Shock made him stupid. Something made him stupid, staring as she bent over the passenger seat to catch his eye, the fear back on her face and fully accompanied by annoyance.
“Come on,” she said. “Get in.” She extended her hand, an impatient gesture. “God, you’re about to pass out again, aren’t you? Can you just get in the car first?”
Cheekbones and angry-frantic eyes and such a line of jaw—
Something hit his face. A tiny stuffed animal, bouncing to the pavement. “Right now!” she said, as she might speak to a reluctant dog. “Unless you want those guys to get here first, because they’re looking, do you get me? And do you think I’d be back here for anything less?”
Looking. Of course. For their friends.
Not to be found. But they’d find Devin.
Her voice lashed at him. The blade burned in his pocket, a fiery prod. His arm gave the first whisper of the pain that would soon envelop it. But he heard her urgency, and he reached for her outstretched hand. A heave of effort, a hard yank...heavy footfalls in the background, a rough voice calling someone’s name—
He wasn’t quite in the car when she floored it, an eerily silent and swift acceleration that closed the door on his ankle. He dragged his foot into the car and the door clicked loosely into place; they hit a curb and shot out into the street, and all the while his face mashed into her shoulder and then slipped downward to softer flesh.
“I don’t think so,” she said sharply and shoved him back, deftly navigating out of the clustered shops until s
he hit the through street; the gas motor kicked in. “Dammit, you’re bleeding—” and she reached behind his seat and fumbled to pull out an old blanket. “Don’t get it on my car. Now where are we going?”
He stared at the blanket. Definitely made of stupid.

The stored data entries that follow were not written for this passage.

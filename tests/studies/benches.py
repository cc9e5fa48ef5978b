"""Benches with few counts a visit, with power readings and their repeats, with bunched counts: coverage."""

from __future__ import annotations

from collections.abc import Callable
from dataclasses import replace
from typing import Any

import numpy as np

from daq.estimate import Plan
from daq.estimate.arrays import FloatArray
from daq.estimate.detected import detected
from daq.estimate.headline import headline
from daq.estimate.rows import Rows
from daq.estimate.sums import sums_of
from daq.estimate.tables import tables_of
from daq.estimate.visits import visits_of
from tests.studies.bench import Night, generator_of, reduced, strengths
from tests.studies.figures import figures, within
from tests.studies.rows import Each, rows

NIGHTS = 2000
FEW = 2e-4  # of Lantern's rates: 0.4 to 160 counts a visit
REPEATS = 10
NOISE_W = 2e-12  # of one power reading; a count a second is taken for a femtowatt
WATTS = 1e-15

Drawing = Callable[[FloatArray, FloatArray, np.random.Generator], tuple[FloatArray, FloatArray]]


def _few(
    rate_hz: FloatArray, live_s: FloatArray, generator: np.random.Generator
) -> tuple[FloatArray, FloatArray]:
    counts = generator.poisson(FEW * rate_hz * live_s).astype(float)
    return counts, np.full(counts.shape, np.nan)


def _power(
    rate_hz: FloatArray, live_s: FloatArray, generator: np.random.Generator
) -> tuple[FloatArray, FloatArray]:
    """Return means and variances of repeated readings, their noise the same in light and darkness."""
    taken = WATTS * (rate_hz - rate_hz.min()) + NOISE_W * generator.standard_normal((REPEATS, len(rate_hz)))
    return taken.mean(axis=0), taken.var(axis=0, ddof=1) / REPEATS


def _bunched(
    rate_hz: FloatArray, live_s: FloatArray, generator: np.random.Generator
) -> tuple[FloatArray, FloatArray]:
    """Return counts each of which brings another with probability 0.2."""
    first = generator.poisson(rate_hz * live_s / 1.2)
    counts = (first + generator.binomial(first, 0.2)).astype(float)
    return counts, np.full(counts.shape, np.nan)


BENCHES: dict[str, tuple[Drawing, dict[str, Any]]] = {
    "few counts": (_few, {}),
    "power": (_power, {"counting": "power"}),
    "bunched counts": (_bunched, {"fano": 1.6 / 1.2}),
}


def study(nights: int = NIGHTS, each: Each = rows) -> dict[str, Any]:
    """Return the figures of every bench on a walking source, and whether each meets its target."""
    of = reduced()
    return {
        "about": f"{len(of.plan.stand)} visits, zig-zag, random walk of 3 % per square root of an hour; "
        "bias and sd in mean counting bars",
        "rows": each("benches:row", {name: [name, nights] for name in BENCHES}),
    }


def row(name: str, nights: int) -> dict[str, Any]:
    """Return the figures of one bench."""
    of = reduced()
    draw, changes = BENCHES[name]
    plan = replace(of.plan, **changes)
    generator, numbers = generator_of("benches", name), []
    for strength in strengths(of, "random walk", nights, generator):
        numbers += [_night(of, plan, draw, one, generator) for one in strength]
    kappa, se, counting = (
        np.array([found[key] for found in numbers]) for key in ("kappa", "kappa_se", "kappa_counting_se")
    )
    found = figures(kappa, se, plan.planned_pairs - 1, float(counting.mean()))
    return found | {
        "printable": float(np.mean([one["printable"] for one in numbers])),
        "meets": {
            "coverage": within(found["coverage_95"], 0.93, 0.97),
            "bias": abs(found["bias"]) <= 0.1 + 2 * found["bias_se"],
        },
    }


def _night(
    of: Night, plan: Plan, draw: Drawing, strength: FloatArray, generator: np.random.Generator
) -> dict[str, Any]:
    rate_hz = of.rates_hz[plan.position, plan.opening] * strength
    values, variances = draw(rate_hz, of.dwell_s, generator)
    number = np.arange(len(values))
    rows = Rows(
        number,
        np.ones_like(number),
        np.zeros_like(number),
        values[:, None],
        variances[:, None],
        of.dwell_s,
        of.time_s,
    )
    assert detected(rows, plan).fine.all()
    sums = sums_of(visits_of(rows, plan), plan)
    return dict(headline(tables_of(sums), plan.planned_pairs, plan))
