"""Tables: results of the studies as Markdown, written between the markers of DEVELOPERS.md."""

from __future__ import annotations

import json
from collections.abc import Iterator, Mapping
from pathlib import Path
from typing import Any

DEVELOPERS = Path(__file__).resolve().parents[2] / "DEVELOPERS.md"
BEGIN, END = "<!-- studies: begin -->", "<!-- studies: end -->"


def write(results: Path, page: Path = DEVELOPERS) -> None:
    """Write the tables of every result between the markers of a page; the rest of it stays as it is."""
    page.write_text(between(page.read_text(), text(results)))


def between(page: str, tables: str) -> str:
    """Return a page with tables between its markers, which are put at its end where they are missing."""
    if BEGIN not in page:
        page = f"{page.rstrip()}\n\n{BEGIN}\n{END}\n"
    head, rest = page.split(BEGIN, 1)
    return f"{head}{BEGIN}\n{tables}{END}{rest.split(END, 1)[1]}"


def text(results: Path) -> str:
    """Return every result that there is, as Markdown."""
    parts = [line for name in _FORMS for line in _study(results / f"{name}.json", name)]
    return "\n".join(
        [
            "## What the estimates do: studies",
            "",
            "Made by `python -m tests.studies tables` from `tests/studies/results`; a study is run by",
            "`python -m tests.studies NAME [--nights N] [--workers N] [--json PATH]`, one of plans by",
            "`python -m tests.studies.plans NAME`; seeds are fixed, and every row has a generator of its own",
            "name, so that workers change no figure. An exclamation mark says that a target is missed.",
            "",
            *parts,
        ]
    )


def _study(path: Path, name: str) -> Iterator[str]:
    if not path.exists():
        return
    result = json.loads(path.read_text())
    title, columns = _FORMS[name]
    yield f"### {title}"
    yield ""
    yield f"{result['about']}. {result['cpu_s']:.0f} s of one core."
    yield ""
    yield f"| | {' | '.join(columns)} |"
    yield f"|---|{'---|' * len(columns)}"
    for row, found in result["rows"].items():
        missed = "" if all(found.get("meets", {}).values()) else " !"
        yield f"| {row}{missed} | {' | '.join(form(found) for form in columns.values())} |"
    yield ""


def _pm(value: str, error: str, sign: str = "") -> Any:
    return lambda found: f"{found[value]:{sign}.3f} ± {found[error]:.3f}".replace("-", "−")


def _plain(key: str, form: str = ".3f") -> Any:
    return lambda found: format(found[key], form) if key in found else ""


def _scaled(key: str, factor: float) -> Any:
    return lambda found: format(found[key] * factor, ".2f") if key in found else ""


def _percent(key: str) -> Any:
    return lambda found: f"{100 * found[key]:.1f} %" if key in found else ""


def _monitored(found: Mapping[str, Any]) -> str:
    return (
        f"sd {found['monitored']['sd']:.3f}, {100 * found['monitored']['coverage_95']:.1f} %"
        if "monitored" in found
        else ""
    )


def _inside(table: str, key: str) -> Any:
    return lambda found: f"{found[table][key]:.4g}" if key in found.get(table, {}) else ""


_NIGHTS = {"nights": _plain("nights", "d"), "bias": _pm("bias", "bias_se", "+"), "sd": _pm("sd", "sd_se")}
_COVERED = {"covers 68 %": _percent("coverage_68"), "covers 95 %": _percent("coverage_95")}


def _alarms(found: Mapping[str, Any]) -> str:
    return f"{100 * found['alarms']:.2f} %" if "alarms" in found else ""


def _known(value: str, error: str, sign: str = "") -> Any:
    form = _pm(value, error, sign)
    return lambda found: form(found) if value in found else ""


_DRAWN = {
    "draws": _plain("draws", "d"),
    "bias [errors]": _known("bias", "bias_se", "+"),
    "scatter over what is said": _known("over_said", "over_said_se"),
    "over the formula": _known("over_formula", "over_formula_se"),
}


def _lost(found: Mapping[str, Any]) -> str:
    if "why" in found:
        return str(found["why"])
    return f"{found['lost_s']:.1f}" if found["ended"] == "complete" else "parks and can be resumed"


_FORMS: dict[str, tuple[str, dict[str, Any]]] = {
    "matrix": (
        "Faults: what is done, what it costs, which test says so",
        {
            "reaction": lambda found: str(found["reaction"]),
            "time lost [s]": _lost,
            "visits repeated": _plain("repeated", "d"),
            "test": lambda found: f"`{found['test'].removeprefix('tests/')}`",
        },
    ),
    "charts": (
        "Charts: false alarms, delays, and what wakes in quiet weeks",
        {
            "changes, alarms or weeks": _plain("alarms", "d"),
            "weeks from alarm to alarm": lambda found: (
                _pm("weeks", "weeks_se")(found) if "weeks" in found else ""
            ),
            "in theory": _plain("theory"),
            "delay of the chart [s]": lambda found: (
                _pm("delay_s", "delay_se_s")(found) if "delay_s" in found else ""
            ),
            "as it runs [s]": lambda found: (
                _pm("running_s", "running_se_s")(found) if "running_s" in found else ""
            ),
            "told after [s]": _plain("told_s", ".0f"),
            "step or slope told rightly": _percent("right"),
            "wakes": _plain("wakes", "d"),
            "notes": _plain("notes", "d"),
        },
    ),
    "chaos": (
        "Chaos: nights with faults of every kind, killed in a third",
        {
            **{
                key.replace("_", " "): _plain(key, "d")
                for key in ("nights", "killed", "faults", "acknowledged", "lost", "misfiled")
            },
            "unseen by encoders": _plain("unseen", "d"),
            "of these left out": _percent("detection"),
            "complete": _plain("complete", "d"),
            "parked": _plain("parked", "d"),
            "no reason": _plain("without_reason", "d"),
            "kappa inside 95 %": lambda found: f"{found['inside']} of {found['with_kappa']}",
        },
    ),
    "tasks": (
        "Bench tasks: their own errors against many draws and against formulas",
        {
            **_DRAWN,
            "middle, over its formula": _plain("middle_over_formula"),
            "scatter over the truth": _percent("share"),
            "false alarms": _alarms,
        },
    ),
    "masks": (
        "Bench tasks of the mask: their errors against many draws, and chips that are refused",
        {
            **_DRAWN,
            "right": _percent("right"),
            "false alarms": _alarms,
        },
    ),
    "zigzag": (
        "Complete zig-zag nights (bias and sd in counting bars)",
        {
            **_NIGHTS,
            "sd over bound": _pm("sd_over_bound", "sd_over_bound_se"),
            **_COVERED,
            "with the monitor": _monitored,
        },
    ),
    "irregular": (
        "Random order, a tenth of the visits lost: the joint fit",
        {**_NIGHTS, **_COVERED, "model bar covers": _percent("model_coverage_95")},
    ),
    "benches": ("Few counts, power readings, bunched counts", {**_NIGHTS, **_COVERED}),
    "exclusions": (
        "Lost visits (error of kappa in counting bars)",
        {"nights": _plain("nights", "d"), "rms": _plain("rms", ".4f"), "largest": _plain("largest", ".4f")},
    ),
    "quality": (
        "Quality rules",
        {
            "nights": _plain("nights", "d"),
            "flags a night": _plain("flags", ".2f"),
            "faults": _plain("faults", "d"),
            "found": _percent("found"),
            "wrongly named": _percent("wrongly_named"),
        },
    ),
    "cuts": (
        "Slits cut apart (kappa in 1e-4, the truth is zero)",
        {
            "draws": _plain("nights", "d"),
            "before, rms": _scaled("before_rms", 1e4),
            "after, rms": _scaled("rms", 1e4),
            "covers 95 %": _percent("coverage_95"),
            "all patterns, rms": _scaled("joint_rms", 1e4),
            "chi-squared over freedom": _plain("chi2_over_dof"),
            "flagged": _percent("flagged"),
        },
    ),
    "watched": (
        "Nights that are watched: how often a band leaves a kappa of zero",
        {
            "nights": _plain("nights", "d"),
            **{
                name: _percent(name)
                for name in ("whole night", "hard end", "t at the end", "t from 2", "t from 8")
            },
        },
    ),
    "stopped": (
        "Nights that a rule ends: how often the t bar covers there",
        {
            "nights": _plain("nights", "d"),
            "goal": _percent("goal"),
            "its pairs": _plain("goal, pairs", ".1f"),
            **{name: _percent(name) for name in ("excess of pair 8", "own scatter from 8")},
            **{name: _percent(name) for name in ("significance from 3", "futility")},
        },
    ),
    "places": (
        "Tests of every position by turning pairs over",
        {
            "nights": _plain("nights", "d"),
            **{name: _percent(name) for name in ("chi-squared", "largest", "Fourier", "combined")},
        },
    ),
    "pooled": (
        "Several nights pooled: coverage, and alarms where nights are equal",
        {
            "sets": _plain("nights", "d"),
            **{
                name: _percent(name)
                for name in (
                    *("count weights", "Paule-Mandel"),
                    *("chi-squared alarms", "Welch alarms", "one night alarms"),
                )
            },
        },
    ),
    "plan_orders": (
        "Orders (Table 1: figures beside the known ones)",
        {
            "laps": _plain("laps", "d"),
            "Q": _inside("figures", "Q"),
            "Q over known": _plain("Q over known"),
            "known off by (its errors)": _plain("known off", "+.1f"),
            "simulated over ours": _pm("simulated", "simulated_se"),
            "farthest column": lambda found: str(found.get("farthest column", "")),
            "its ratio": _plain("farthest ratio"),
        },
    ),
    "plan_search": (
        "Searched orders (Q at the best dwell of each)",
        {
            name: _inside("points", name)
            for name in ("random", "cyclic", "natural", "searched", "laid out", "words")
        },
    ),
    "plan_drift": (
        "Drift variance, simulated over planned",
        {"paths": _plain("nights", "d"), "ratio": _pm("ratio", "ratio_se")},
    ),
    "plan_dwell": (
        "Dwell chosen from a pilot: what it loses in Q",
        {
            "pilots": _plain("nights", "d"),
            "median": _percent("median"),
            "90th percentile": _percent("ninety"),
            "worst": _percent("worst"),
        },
    ),
    "plan_ripple": (
        "Ripples: null nights rejected at 5 %",
        {
            "nights": _plain("nights", "d"),
            "without the measures": _percent("without"),
            "with them": _percent("with"),
        },
    ),
    "plan_nights": (
        "Nights against their forecast",
        {"nights": _plain("nights", "d"), "ratio": _pm("ratio", "ratio_se")},
    ),
    "plan_rehearsals": (
        "Rehearsals against their forecast",
        {"nights": _plain("nights", "d"), "ratio": _pm("ratio", "ratio_se")},
    ),
}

She made an exasperated noise, yanking the car over to the curb—bold driving in scant nighttime traffic. A belated punch at the hazard lights on the center console and she turned to him, reclaiming the worn blanket, curling it around his arm and tucking it in. “We’re not going to the hospital,” she said, “but if you die in the car, I’m heading straight there and pretending we were on the way all along. And we are not going to my place. God, my boss—” She stopped herself, took a breath and ignored his bemusement as she snapped his seat belt into place. “So it’s up to you. And I wouldn’t faint again. You’ll find yourself on a river bench, if you wake up again at all.”
He felt that sloppy grin on his face—knew it was there by her startled reaction. “Be still my heart,” he said, and passed out again anyway.
Chapter 3
Devin came out of the darkness explosively, shredded awake by the searing claws of a demon’s healing touch—flame and agony. Consequences. He realized only vaguely that she was searching through his front pocket; he surged up, smacked his head and grappled for freedom—hitting the hard curving console, hitting soft flesh, finally scrabbling his way to the latch and exploding out onto the ground.
Husky alto words slapped a distant corner of his mind, succinct and sharp; her car door slammed. He found just enough sanity to remember where he’d been—to recognize where he was.
From the parking lot to his own postage stamp of a front yard, scratchy dry winter grass and bare patches. His own home. Sanctuary.